╭─ Information given

def _account(table: Table, folder: Path) -> AccountPlan:
    table.check_keys((*ACCOUNT_KEYS, *BILL_READER_KEYS, *BILL_FILE_KEYS))
    fuel = canonical_fuel(table.required_text("fuel"), where=table.where("fuel"))
    unit = table.text("unit")
    since = table.days("occupied_since")
    return AccountPlan(
        name=table.text("name") or fuel,
        fuel=fuel,
        bills=table.required_path("bills", folder),
        unit=canonical_unit(unit, fuel, where=table.where("unit")) if unit else None,
        price=table.number("price", low=0.0, high=HIGHEST_PRICE, unit="money for one unit"),
        co2_kg_per_unit=table.number("co2_kg_per_unit", low=0.0, high=HIGHEST_CO2, unit="kg"),
        occupied_since=since[0] if since else None,
        space_heating=table.flag("space_heating", default=True),
        net_metered=table.flag("net_metered", default=False),
        forms=_forms(table),
        efficiency=table.number(
            "efficiency", low=LOWEST_EFFICIENCY, high=HIGHEST_EFFICIENCY, unit=EFFICIENCY_UNIT
        ),
        heating_share=table.number(
            "heating_share", low=0.01, high=1.0, unit="share of the house's heat"
        ),
        reader={**_reader(table, BILL_READER_KEYS), **_further_files(table, folder)},
    )


def _forms(table: Table) -> tuple[str, ...] | None:
    forms = table.texts("forms")
    for form in forms or ():
        if form not in FORMS:
            guess = nearest(form, list(FORMS))
            raise table.bad(
                "forms",
                shown(form),
                "any of " + ", ".join(FORMS),
                f"Did you mean {guess!r}?" if guess else "",
            )
    return forms


def _further_files(table: Table, folder: Path) -> dict[str, object]:
    """Files that an account's bills are read with, all of them there."""
    files: dict[str, object] = {}
    for key in BILL_FILE_KEYS:
        path = table.path(key, folder)
        if path is not None:
            must_exist(path, table.where(key))
            files[key] = path
    return files


def _reader(table: Table, keys: Mapping[str, Callable[[Table, str], object]]) -> dict[str, object]:
    answers = {key: get(table, key) for key, get in keys.items()}
    return {key: value for key, value in answers.items() if value is not None}


def _check_accounts(accounts: tuple[AccountPlan, ...]) -> None:
    if not accounts:
        raise SiteError(
            "there is no account",
            where=SITE_FILE,
            next_step='Add [[account]] with fuel = "natural gas" and bills = "gas.csv".',
        )
    seen: set[str] = set()
    for account in accounts:
        if account.name in seen:
            raise SiteError(
                f"two accounts are called {shown(account.name)}",
                where=SITE_FILE,
                next_step="Give each [[account]] a name of its own.",
            )
        seen.add(account.name)


def _upgrades(tables: list[Table], accounts: tuple[AccountPlan, ...]) -> tuple[Upgrade, ...]:
    upgrades: list[Upgrade] = []
    components = 0  # so far in the file: lines are counted through all upgrades
    for table in tables:
        upgrades.append(_upgrade(table, accounts, components))
        components += len(upgrades[-1].components)
    return tuple(upgrades)


def _components(upgrade: Table, before: int) -> tuple[Component, ...]:
    if isinstance(upgrade.values.get("component"), dict):
        raise upgrade.bad("component", "one table", "[[upgrade.component]] with two brackets")
    tables = _several(upgrade.values, "component", upgrade.lines)
    if len(tables) > MOST_COMPONENTS:
        raise upgrade.bad("component", f"a list of {len(tables)}", f"at most {MOST_COMPONENTS}")
    return tuple(
        read_component(replace(t, label="[[upgrade.component]]", index=before + i))
        for i, t in enumerate(tables)
    )


def _upgrade(table: Table, accounts: tuple[AccountPlan, ...], components: int) -> Upgrade:
    table.check_keys(UPGRADE_KEYS)
    start = table.days("start")
    if start is None:
        raise SiteError(
            "there is no start",
            where=table.where(),
            wanted='the first day of the work, start = 2023-09-11, or its month, start = "2023-09"',
        )
    end = table.days("end") or start
    if end[1] <= start[0]:
        raise table.bad("end", f"{iso(end[1] - 1)}, before start, {iso(start[0])}", "a later day")
    names = [account.name for account in accounts]
    touched = table.texts("accounts") or ()
    for name in touched:
        if name not in names:
            guess = nearest(name, names)
            raise table.bad(
                "accounts",
                f"{shown(name)}, which is no account of this site",
                "the names of accounts",
                f"Did you mean {guess!r}?" if guess else "",
            )
    return Upgrade(
        name=table.text("name") or "the upgrade",
        start=start[0],
        end=end[1],
        cost=table.number("cost", low=0.0, high=HIGHEST_COST, unit="the site's currency"),
        accounts=touched,
        components=_components(table, components),
    )


def _change(table: Table) -> Change:
    table.check_keys(CHANGE_KEYS)
    what = table.required_text("what")
    since, until = table.days("since"), table.days("until")
    if since and until and until[1] <= since[0]:
        raise table.bad(
            "until", f"{iso(until[1] - 1)}, before since, {iso(since[0])}", "a later day"
        )
    return Change(what=what, since=since[0] if since else None, until=until[1] if until else None)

╰─

▶ [What the exercise asks]: Collect every line from the records above that contains the word "else".

▶ [Answer for the task]:
        unit=canonical_unit(unit, fuel, where=table.where("unit")) if unit else None,
        occupied_since=since[0] if since else None,
                f"Did you mean {guess!r}?" if guess else "",
                f"Did you mean {guess!r}?" if guess else "",
    return Change(what=what, since=since[0] if since else None, until=until[1] if until else None)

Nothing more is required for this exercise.